Em caso noticiado pela imprensa, o Juízo da 29ª Vara Criminal do Rio de Janeiro rejeitou denúncia formulada pelo Ministério Público contra o jogador ADRIANO nos seguintes termos:
“A denúncia, nos termos em que foi formulada, deve ser rejeitada, pois contém vícios insanáveis.
Embora não seja este o momento para o exame aprofundado da prova, o Código de Processo Penal, no seu art. 395, III, exige a justa causa para o exercício da ação penal.

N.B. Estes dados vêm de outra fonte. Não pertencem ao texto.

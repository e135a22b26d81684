"""emission-bench: repeatable radiated-emission pre-scans on a bench or a simulated bench.

A pre-scan is an estimate, not a compliance verdict: defer to the applicable standard, an
accredited test house and local regulations.
"""

__version__ = "0.1.0"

Assim, a lei estabelece que para o recebimento da denúncia é necessário lastro probatório mínimo a comprovar a imputação.

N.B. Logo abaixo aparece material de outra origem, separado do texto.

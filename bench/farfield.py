"""Far-field pre-scan analysis and the final measurement of suspects.

After a prescan step: join its traces (maximum over heights x polarizations x azimuths), correct
them through the antenna chain to dBuV/m, search peaks (prominence above the local floor,
minimum separation in Hz), keep the suspects (over the limit or within the margin, against the
lowest limit of any detector: a peak reading below it meets every line, since
peak >= quasi-peak >= average, reference sheet §1.6), mark those the ambient capture also shows,
and note for each suspect the pose where it was strongest.

A final step then takes each suspect that is not ambient, searches azimuth and height around its
prescan maximum with the peak detector in a narrow span, and reads it with the detectors the
standard asks for (quasi-peak, CISPR average) with the dwell of the sequence, comparing each
reading with the matching limit line.

A pre-scan is an estimate, not a compliance verdict.
"""

from __future__ import annotations

import logging
from dataclasses import dataclass

import numpy as np
import pandas as pd

from bench.analysis.limits import LimitSet, load_limit, near_field_warnings
from bench.analysis.peaks import find_peaks_hz, flag_ambient, select_suspects
from bench.analysis.transducers import TransducerChain
from bench.planner import FarFieldPose, Segment

__all__ = ["LIMIT_DETECTOR", "analyze_prescan", "run_finals", "FarFieldContext"]

log = logging.getLogger("bench.farfield")

#: Which limit line a detector reading is compared with.
LIMIT_DETECTOR = {"peak": "peak", "quasi-peak": "quasi-peak", "cispr-average": "average",
                  "average": "average", "rms": "average"}

#: Level tolerance for calling a suspect ambient: the ambient capture shows a peak no more than
#: this far below it (common practice: a few dB, the repeatability of a swept pre-scan).
AMBIENT_LEVEL_TOL_DB = 6.0


@dataclass(frozen=True)
class FarFieldContext:
    """What the analysis needs besides the store: the chain, the limit at the site distance."""

    chain: TransducerChain | None
    limit: LimitSet
    distance_m: float
    eut_size_m: float | None = None

    def correct(self, freq_hz, level_dbuv):
        return level_dbuv if self.chain is None else self.chain.correct(freq_hz, level_dbuv)

    @property
    def chain_text(self) -> str:
        return "none (raw dBuV)" if self.chain is None else self.chain.describe()


def limit_for_site(limit_name: str, distance_m: float) -> tuple[LimitSet, list[str]]:
    """Load a limit and move it to the site distance at 20 dB/decade (reference sheet §3.1)."""
    limit = load_limit(limit_name)
    notes = []
    if limit.distance_m is not None and abs(limit.distance_m - distance_m) > 1e-9:
        notes.append(f"limit {limit.name} is specified at {limit.distance_m:g} m; converted to the "
                     f"site distance {distance_m:g} m at 20 dB/decade (far-field assumption)")
        limit = limit.at_distance(distance_m)
    return limit, notes


def _pose_of_max(store, label: str, freq_hz: float) -> dict:
    """Pose (polarization, height, azimuth) of the trace with the highest level at ``freq_hz``."""
    meta = store.traces(label)
    seg = meta[(meta["start_hz"] <= freq_hz) & (meta["stop_hz"] >= freq_hz)]
    best, best_level = None, -np.inf
    for _, row in seg.iterrows():
        f, v = store.trace(int(row["id"]))
        i = int(np.clip(np.searchsorted(f, freq_hz), 0, f.size - 1))
        lo, hi = max(0, i - 1), min(f.size, i + 2)
        level = float(np.max(v[lo:hi]))
        if level > best_level:
            best, best_level = row, level
    if best is None:
        return {}
    return {"polarization": best["polarization"], "height_m": _num(best["height_m"]),
            "azimuth_deg": _num(best["azimuth_deg"])}


def _num(value):
    return None if value is None or (isinstance(value, float) and np.isnan(value)) else float(value)


def analyze_prescan(store, step, ctx: FarFieldContext, *, max_pass_rows: int = 10) -> pd.DataFrame:
    """Find suspects in a finished prescan step and store them as results.

    Returns the suspects table (also written to the store's ``results`` for the step).
    """
    freq, raw = store.step_spectrum(step.label, reduce="max")
    level = ctx.correct(freq, raw)
    peaks = find_peaks_hz(freq, level, prominence_db=step.prominence_db,
                          min_separation_hz=step.min_separation_hz)
    screening = ctx.limit.screening_level
    suspects = select_suspects(peaks, screening, step.margin_db)
    if step.ambient:
        a_freq, a_raw = store.step_spectrum(step.ambient, reduce="max")
        suspects = flag_ambient(suspects, a_freq, ctx.correct(a_freq, a_raw), step.ambient_tolerance_hz,
                                AMBIENT_LEVEL_TOL_DB)
    else:
        suspects["ambient"] = False
    suspects.loc[suspects["ambient"].astype(bool), "status"] = "ambient"
    # the strongest peaks that passed with margin are kept too, for the report
    limit_at_peaks = screening(peaks["freq_hz"].to_numpy()) if len(peaks) else np.array([])
    passed = peaks.assign(limit=limit_at_peaks, margin_db=limit_at_peaks - peaks["level"].to_numpy())
    passed = passed[np.isfinite(passed["limit"]) & (passed["margin_db"] > step.margin_db)]
    passed = passed.sort_values("margin_db").head(max_pass_rows).assign(status="pass")
    rows = []
    for _, r in pd.concat([suspects, passed], ignore_index=True).iterrows():
        pose = _pose_of_max(store, step.label, float(r["freq_hz"]))
        note = ""
        if r["status"] == "ambient":
            note = f"ambient capture shows {r['ambient_level']:.1f} at {r['ambient_freq_hz'] / 1e6:.3f} MHz"
        rows.append(dict(step_label=step.label, freq_hz=float(r["freq_hz"]), level=float(r["level"]),
                         unit=ctx.limit.quantity, detector="peak", limit_level=float(r["limit"]),
                         margin_db=float(r["margin_db"]), status=str(r["status"]), chain=ctx.chain_text,
                         note=note, **pose))
    store.clear_results(step.label)
    store.add_results(rows)
    for w in near_field_warnings(ctx.distance_m, freq, ctx.eut_size_m):
        store.log_event("warning", w)
    return pd.DataFrame(rows)


def _narrow_segment(freq_hz: float, span_hz: float, rbw_hz: float, detector: str, points: int,
                    sweep_time_s: float) -> Segment:
    """A narrow span around a suspect to find its exact frequency.

    The sweep is slowed to ``sweep_time_s`` so that every trace point dwells long enough to
    catch an intermittent (burst) signal; a fast sweep would see a burst only by chance.
    """
    span = max(span_hz, 10.0 * rbw_hz)
    return Segment(start_hz=freq_hz - span / 2, stop_hz=freq_hz + span / 2, points=points, rbw_hz=rbw_hz,
                   vbw_hz=3.0 * rbw_hz, detector=detector, ref_level_dbm=None, attenuation_db=None,
                   trace_mode="clear-write", count=1, est_sweep_time_s=sweep_time_s, sweep_time_s=sweep_time_s)


def _zero_span_segment(freq_hz: float, rbw_hz: float, detector: str, points: int, dwell_s: float) -> Segment:
    """Zero span at one frequency for ``dwell_s``: the detector reading is the trace maximum.

    A dwell of 1 s lets the quasi-peak detector weight pulses down to about 5 Hz, and a peak
    reading must dwell at least one period of the slowest repetition (reference sheet §1.8).
    """
    return Segment(start_hz=freq_hz, stop_hz=freq_hz, points=points, rbw_hz=rbw_hz, vbw_hz=3.0 * rbw_hz,
                   detector=detector, ref_level_dbm=None, attenuation_db=None, trace_mode="clear-write",
                   count=1, est_sweep_time_s=dwell_s, sweep_time_s=dwell_s)


def _locate(executor, action, seg: Segment, freq_hz: float, rbw_hz: float) -> float:
    """Frequency of the strongest point within +-RBW of ``freq_hz`` in a narrow-span sweep."""
    tid = executor.measure_segment(action, 0, seg, completes_action=False)
    f, v = executor.store.trace(tid)
    near = np.abs(f - freq_hz) <= rbw_hz
    return float(f[near][np.argmax(v[near])]) if near.any() else freq_hz


def _read_at(executor, action, seg: Segment, freq_hz: float, rbw_hz: float) -> float:
    """Measure a narrow span and return the highest raw dBuV within +-RBW of ``freq_hz``."""
    tid = executor.measure_segment(action, 0, seg, completes_action=False)
    f, v = executor.store.trace(tid)
    near = np.abs(f - freq_hz) <= rbw_hz
    return float(np.max(v[near] if near.any() else v))


def run_finals(executor, action, step, prescan_step, sweep, ctx: FarFieldContext, mast_limits_m,
               turntable_limits_deg, *, points: int = 101) -> pd.DataFrame:
    """Remeasure every non-ambient suspect of ``prescan_step``; store and return the results."""
    store = executor.store
    suspects = store.results(prescan_step.label)
    suspects = suspects[suspects["status"].isin(["fail", "near"])]
    rows = []
    for _, s in suspects.iterrows():
        f0 = float(s["freq_hz"])
        pol = s["polarization"] if isinstance(s["polarization"], str) else None
        height = _num(s["height_m"])
        azimuth = _num(s["azimuth_deg"])
        peak_seg = _narrow_segment(f0, step.span_hz, sweep.rbw_hz, "peak", points, step.dwell_s)
        executor.set_pose(FarFieldPose(height, pol, azimuth))
        f_exact = _locate(executor, action, peak_seg, f0, sweep.rbw_hz)
        # search in zero span with the dwell: a swept peak detector can miss a bursty signal
        search_seg = _zero_span_segment(f_exact, sweep.rbw_hz, "peak", points, step.dwell_s)
        best = _search(executor, action, search_seg, f_exact, sweep.rbw_hz, pol, height, azimuth, step,
                       mast_limits_m, turntable_limits_deg)
        executor.set_pose(FarFieldPose(*best))
        # the peak reading at the final pose first: peak >= quasi-peak >= average on one signal
        detectors = ("peak",) + tuple(d for d in step.detectors if d != "peak")
        for det in detectors:
            seg = _zero_span_segment(f_exact, sweep.rbw_hz, det, points, step.dwell_s)
            raw = _read_at(executor, action, seg, f_exact, sweep.rbw_hz)
            rows.append(_final_row(step, ctx, f_exact, det, raw, best))
    store.clear_results(step.label)
    store.add_results(rows)
    return pd.DataFrame(rows)


def _final_row(step, ctx: FarFieldContext, f0: float, det: str, raw_dbuv: float, pose) -> dict:
    """One final reading compared with the limit line of its detector."""
    level = float(ctx.correct(np.array([f0]), np.array([raw_dbuv]))[0])
    lim_det = LIMIT_DETECTOR.get(det, "peak")
    limit = float(ctx.limit.level(lim_det, np.array([f0]))[0])
    if np.isfinite(limit):
        margin = limit - level
        status, note = ("pass" if margin >= 0 else "fail"), ""
    else:
        # e.g. CISPR 32 has no average (or peak) line below 1 GHz: the reading is information
        margin, status = None, "info"
        note = f"no {lim_det} limit line at this frequency in {ctx.limit.name}"
    log.info("final %s: %.3f MHz %s %.1f %s (limit %s)", step.label, f0 / 1e6, det, level,
             ctx.limit.quantity, f"{limit:.1f}" if np.isfinite(limit) else "none")
    return dict(step_label=step.label, freq_hz=f0, level=level, unit=ctx.limit.quantity, detector=det,
                limit_level=limit if np.isfinite(limit) else None, margin_db=margin, status=status,
                polarization=pose[1], height_m=pose[0], azimuth_deg=pose[2], chain=ctx.chain_text, note=note)


def _search(executor, action, seg, f0, rbw_hz, pol, height, azimuth, step, mast_limits_m, turntable_limits_deg):
    """Azimuth search, then height search, around the prescan maximum (peak detector)."""
    best_h, best_az = height, azimuth
    if step.azimuth_search is not None and azimuth is not None:
        lo, hi = turntable_limits_deg
        candidates = sorted({min(max(azimuth + d, lo), hi) for d in step.azimuth_search.offsets()})
        best_az = _best_of(executor, action, seg, f0, rbw_hz,
                           [FarFieldPose(height, pol, az) for az in candidates], lambda p: p.azimuth_deg)
    if step.height_search is not None and height is not None:
        lo, hi = mast_limits_m
        candidates = sorted({min(max(height + d, lo), hi) for d in step.height_search.offsets()})
        best_h = _best_of(executor, action, seg, f0, rbw_hz,
                          [FarFieldPose(h, pol, best_az) for h in candidates], lambda p: p.height_m)
    return best_h, pol, best_az


def _best_of(executor, action, seg, f0, rbw_hz, poses, key):
    best, best_level = key(poses[0]), -np.inf
    for pose in poses:
        executor.set_pose(pose)
        level = _read_at(executor, action, seg, f0, rbw_hz)
        if level > best_level:
            best, best_level = key(pose), level
    return best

Quanto ao crime de tráfico de drogas (na forma equiparada), feita aos dois primeiros denunciados, inexistem sequer indícios da efetiva utilização das referidas motocicletas visando o tráfico de entorpecentes.
Tanto isso é verdade, que no inquérito que instrui a denúncia consta a "Informação sobre Investigação", firmada pela Inspetora da Polícia Civil arrolada como testemunha, que registrou:
"FORAM FEITAS DILIGÊNCIAS NOS SISTEMAS DE INTELIGÊNCIA DA POLÍCIA CIVIL A FIM DE VERIFICAR O ENVOLVIMENTO DE ADRIANO NO TRÁFICO DE DROGAS NA VILA CRUZEIRO, PORÉM, NADA DE CONCRETO FOI APURADO." (fls. 158).

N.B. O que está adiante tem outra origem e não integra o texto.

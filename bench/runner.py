"""A whole run: manifest, tables copied for provenance, executor, step analysis, plots, report.

``execute_new_run`` is what ``bench run`` does after the checks passed; ``resume_run`` is
``bench resume``: it reloads the sequence and bench as they were (refusing if either file has
changed since), rebuilds the same plan and carries on from the first action not done.
"""

from __future__ import annotations

import hashlib
import logging
import shutil
import sys
import time
from contextlib import ExitStack
from pathlib import Path

from bench import __version__
from bench.errors import BenchError, ConfigError
from bench.progress import Progress
from bench.run import Executor, RetryPolicy, RunInterrupted
from bench.store import RunStore, create_run, open_run

__all__ = ["execute_new_run", "resume_run", "build_manifest"]

log = logging.getLogger("bench.run")


def _sha256(path: Path) -> str:
    return hashlib.sha256(Path(path).read_bytes()).hexdigest()


def build_manifest(prep, *, simulated: bool) -> tuple[dict, list[tuple[Path, str]]]:
    """Manifest dict and the (source, name in tables/) files to copy into the run folder."""
    from bench.station import resolve_limit, step_chain

    copies: dict[Path, str] = {}
    steps = []
    seq_dir = Path(prep.sequence_path).parent

    def limit_entry(name: str) -> str:
        resolved = resolve_limit(name, seq_dir)
        if resolved == name and not Path(name).suffix:
            return name  # built-in limit
        src = Path(resolved)
        return "tables/" + copies.setdefault(src, f"{len(copies):02d}-{src.name}")

    for step in prep.sequence.steps:
        files, unit, extra = step_chain(prep.bench, step)
        chain = []
        for role, src in files:
            name = copies.setdefault(src, f"{len(copies):02d}-{src.name}")
            chain.append({"role": role, "file": f"tables/{name}"})
        entry = {"label": step.label, "kind": step.kind, "unit": unit, "chain": chain, **extra}
        for key in ("sweep", "ambient", "of"):
            value = getattr(step, key, None)
            if value is not None:
                entry[key] = value
        if getattr(step, "limit", None) is not None:
            entry["limit"] = limit_entry(step.limit)
        if step.kind == "prescan":
            entry["margin_db"] = step.margin_db
        if step.kind == "final":
            prescan = prep.sequence.step(step.of)
            entry["limit"] = limit_entry(prescan.limit)
            entry["sweep"] = prescan.sweep
        steps.append(entry)
    manifest = {
        "name": prep.sequence.name,
        "software": f"emission-bench {__version__}",
        "created": time.strftime("%Y-%m-%dT%H:%M:%SZ", time.gmtime()),
        "state": "running",
        "simulated": simulated,
        "sequence": {"path": str(Path(prep.sequence_path).resolve()), "sha256": _sha256(prep.sequence_path),
                     "text": Path(prep.sequence_path).read_text(encoding="utf-8")},
        "bench": {"path": str(Path(prep.bench_path).resolve()), "sha256": _sha256(prep.bench_path),
                  "text": Path(prep.bench_path).read_text(encoding="utf-8")},
        "plan": prep.plan.summary_lines(),
        "steps": steps,
    }
    board = getattr(prep.bench, "board", None)
    if board is not None and board.outline_m:
        manifest["board"] = {"outline_m": [list(p) for p in board.outline_m]}
        if board.photo is not None:
            name = f"board-photo{Path(board.photo).suffix}"
            copies[Path(board.photo)] = f"../{name}"
            manifest["board"]["photo"] = name
            manifest["board"]["photo_points"] = [{"pixel": list(p.pixel), "board_m": list(p.board_m)}
                                                 for p in board.photo_points]
    return manifest, list(copies.items())


def _copy_tables(folder: Path, copies) -> None:
    (folder / "tables").mkdir(exist_ok=True)
    for src, name in copies:
        shutil.copyfile(src, (folder / "tables" / name).resolve())


class _RunLog:
    """A log file per run (run.log), attached to the 'bench' logger for the run's duration."""

    def __init__(self, folder: Path) -> None:
        self.handler = logging.FileHandler(folder / "run.log", encoding="utf-8")
        self.handler.setFormatter(logging.Formatter("%(asctime)s %(levelname)s %(name)s: %(message)s"))
        logging.getLogger("bench").addHandler(self.handler)

    def close(self) -> None:
        logging.getLogger("bench").removeHandler(self.handler)
        self.handler.close()


def _needs(plan) -> set[str]:
    needs = {"analyzer"}
    for a in plan.actions:
        if not a.board_powered:
            needs.add("supply")
        pose = a.pose
        if pose is not None and hasattr(pose, "tool"):
            needs.add("stage")
        if pose is not None and (getattr(pose, "height_m", None) is not None
                                 or getattr(pose, "polarization", None) is not None):
            needs.add("mast")
        if pose is not None and getattr(pose, "azimuth_deg", None) is not None:
            needs.add("turntable")
        if a.dynamic:
            needs.update({"mast", "turntable"})
    return needs


def _step_hook(prep, folder: Path, plots: bool):
    """After each step: far-field analysis of a prescan."""
    seq = prep.sequence

    def hook(executor, action) -> None:
        step = seq.step(action.step_label)
        if step.kind == "prescan":
            from bench.farfield import analyze_prescan  # scipy.signal only when a prescan needs it

            ctx = _farfield_context(prep, executor.store, step.limit)
            table = analyze_prescan(executor.store, step, ctx)
            counts = table["status"].value_counts().to_dict() if len(table) else {}
            log.info("prescan %s: %s", step.label, ", ".join(f"{v} {k}" for k, v in counts.items()) or "no peaks")

    return hook


def _farfield_context(prep, store, limit_name):
    from bench.farfield import FarFieldContext, limit_for_site
    from bench.station import resolve_limit

    distance = prep.bench.site.distance_m if prep.bench.site is not None else 3.0
    limit, notes = limit_for_site(resolve_limit(limit_name, Path(prep.sequence_path).parent), distance)
    for n in notes:
        store.log_event("info", n)
        log.info(n)
    chain = _far_chain(store)
    eut = prep.bench.site.eut_size_m if prep.bench.site is not None else None
    return FarFieldContext(chain=chain, limit=limit, distance_m=distance, eut_size_m=eut)


def _far_chain(store):
    """The far-field chain from the tables copied into the run folder."""
    from bench.analysis.transducers import TransducerChain, load_table

    for step in store.manifest().get("steps", []):
        if step.get("kind") in ("prescan", "sweep", "ambient", "final") and step.get("chain"):
            tables = tuple(load_table(store.folder / c["file"], role=c["role"]) for c in step["chain"])
            return TransducerChain(tables)
    return None


def _dynamic_handler(prep):
    from bench.farfield import run_finals

    def handler(executor, action) -> None:
        step = prep.sequence.step(action.step_label)
        prescan = prep.sequence.step(step.of)
        sweep = prep.sequence.sweeps[prescan.sweep]
        ctx = _farfield_context(prep, executor.store, prescan.limit)
        mast = prep.bench.mast.height_limits_m if prep.bench.mast is not None else (1.0, 4.0)
        table = prep.bench.turntable.azimuth_limits_deg if prep.bench.turntable is not None else (0.0, 360.0)
        run_finals(executor, action, step, prescan, sweep, ctx, mast, table)

    return handler


def _log_console():
    """The console the log records go to, so a live progress bar and log lines do not tear."""
    for handler in logging.getLogger("bench").handlers:
        console = getattr(handler, "console", None)
        if console is not None:
            return console
    return None


def _connector(prep):
    """``connect() -> Station`` for the instruments the plan needs."""
    from bench.station import connect_station

    needs = _needs(prep.plan)
    wait = prep.sim.wait if prep.sim is not None else time.sleep
    poll_sleep = (lambda s: None) if prep.sim is not None else None
    return lambda: connect_station(prep.bench, needs=needs, wait=wait, poll_sleep=poll_sleep)


def _execute(prep, store: RunStore, plots: bool, station=None) -> None:
    plan = prep.plan
    live = sys.stderr.isatty()
    progress = Progress(len(plan.actions), plan.total_time_s, live=live, console=_log_console())
    retry = RetryPolicy(first_delay_s=0.05, attempts=5) if prep.sim is not None else RetryPolicy()
    executor = Executor(plan, store, _connector(prep), progress=progress, retry=retry,
                        on_step_done=_step_hook(prep, store.folder, plots), dynamic=_dynamic_handler(prep))
    if station is not None:
        executor.station = station
        executor.identities.update(station.identities)
    runlog = _RunLog(store.folder)
    hint = f"'bench resume {store.folder}{' --sim' if prep.sim is not None else ''}'"
    try:
        executor.run()
    except KeyboardInterrupt:
        store.update_manifest(state="interrupted", interrupted_reason="stopped by the operator")
        from bench.app import OperatorStop

        raise OperatorStop(f"stopped by the operator; the run is kept: continue it with {hint}") from None
    except BenchError as exc:
        if not isinstance(exc, RunInterrupted):
            # the run cannot go on (e.g. the instrument refused a setting): keep what was measured
            store.update_manifest(state="interrupted", interrupted_reason=str(exc))
            raise
        store.update_manifest(state="interrupted", interrupted_reason=str(exc))
        from bench.app import RunInterruptedExit

        raise RunInterruptedExit(f"{exc}; the run is kept: continue it with {hint}") from exc
    finally:
        progress.close()
        runlog.close()
    store.update_manifest(state="complete", instruments=executor.identities, faults_recovered=executor.faults)
    results = store.results()
    if not results.empty:
        results.to_csv(store.folder / "results.csv", index=False)
    store.checkpoint()
    if plots:
        from bench.report import write_report

        path = write_report(store)
        log.info("report: %s", path)


def execute_new_run(prep, *, out_root: Path, plots: bool = True) -> Path:
    """Create the run folder and carry out the plan. Returns the run folder."""
    manifest, copies = build_manifest(prep, simulated=prep.sim is not None)
    # connect before creating the run folder: an unreachable bench leaves nothing behind
    station = _connector(prep)()
    try:
        store = create_run(Path(out_root), prep.sequence.name, manifest)
    except BaseException:
        station.close()
        raise
    try:
        store.lock()
        _copy_tables(store.folder, copies)
        _execute(prep, store, plots, station=station)
    finally:
        store.close()
    return store.folder


def resume_run(folder: Path, *, bench_path: Path | None, sim: bool, board=None, seed: int = 1,
               realtime: bool = False, plots: bool = True, stack: ExitStack | None = None) -> Path:
    """Continue an interrupted run from the first action not done."""
    from bench.app import prepare

    ro = open_run(folder)
    manifest = ro.manifest()
    ro.close()
    if manifest.get("state") == "complete":
        raise ConfigError(f"{folder}: this run is already complete; nothing to resume")
    seq_path = Path(manifest["sequence"]["path"])
    if not seq_path.is_file() or _sha256(seq_path) != manifest["sequence"]["sha256"]:
        raise ConfigError(f"{seq_path}: the sequence file changed or is missing since the run started; "
                          "resume needs the same sequence")
    bench_file = bench_path or Path(manifest["bench"]["path"])
    if bench_path is None and (not bench_file.is_file() or _sha256(bench_file) != manifest["bench"]["sha256"]):
        raise ConfigError(f"{bench_file}: the bench file changed or is missing since the run started; "
                          "pass --bench to resume on purpose with another one")
    prep = prepare(seq_path, bench_path=bench_file, sim=sim or bool(manifest.get("simulated") and bench_path is None),
                   board=board, seed=seed, realtime=realtime, stack=stack)
    store = RunStore(Path(folder))
    try:
        store.lock()
        store.update_manifest(state="running", resumed=int(manifest.get("resumed", 0)) + 1)
        store.log_event("info", "resumed")
        _execute(prep, store, plots)
    finally:
        store.close()
    return Path(folder)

Quanto a MARCOS JOSÉ, consta da própria denúncia o seguinte: "IMPORTANTE FRISAR QUE O SEGUNDO DENUNCIADO É PESSOA SEM ANTECEDENTES LIGADOS AO TRÁFICO DE ENTORPECENTES".
Fato é que não há nos autos do inquérito ou dos apensos, repito, um só elemento que indique que os dois denunciados consentiram que pessoas usassem as motocicletas para as atividades relacionadas ao tráfico de drogas.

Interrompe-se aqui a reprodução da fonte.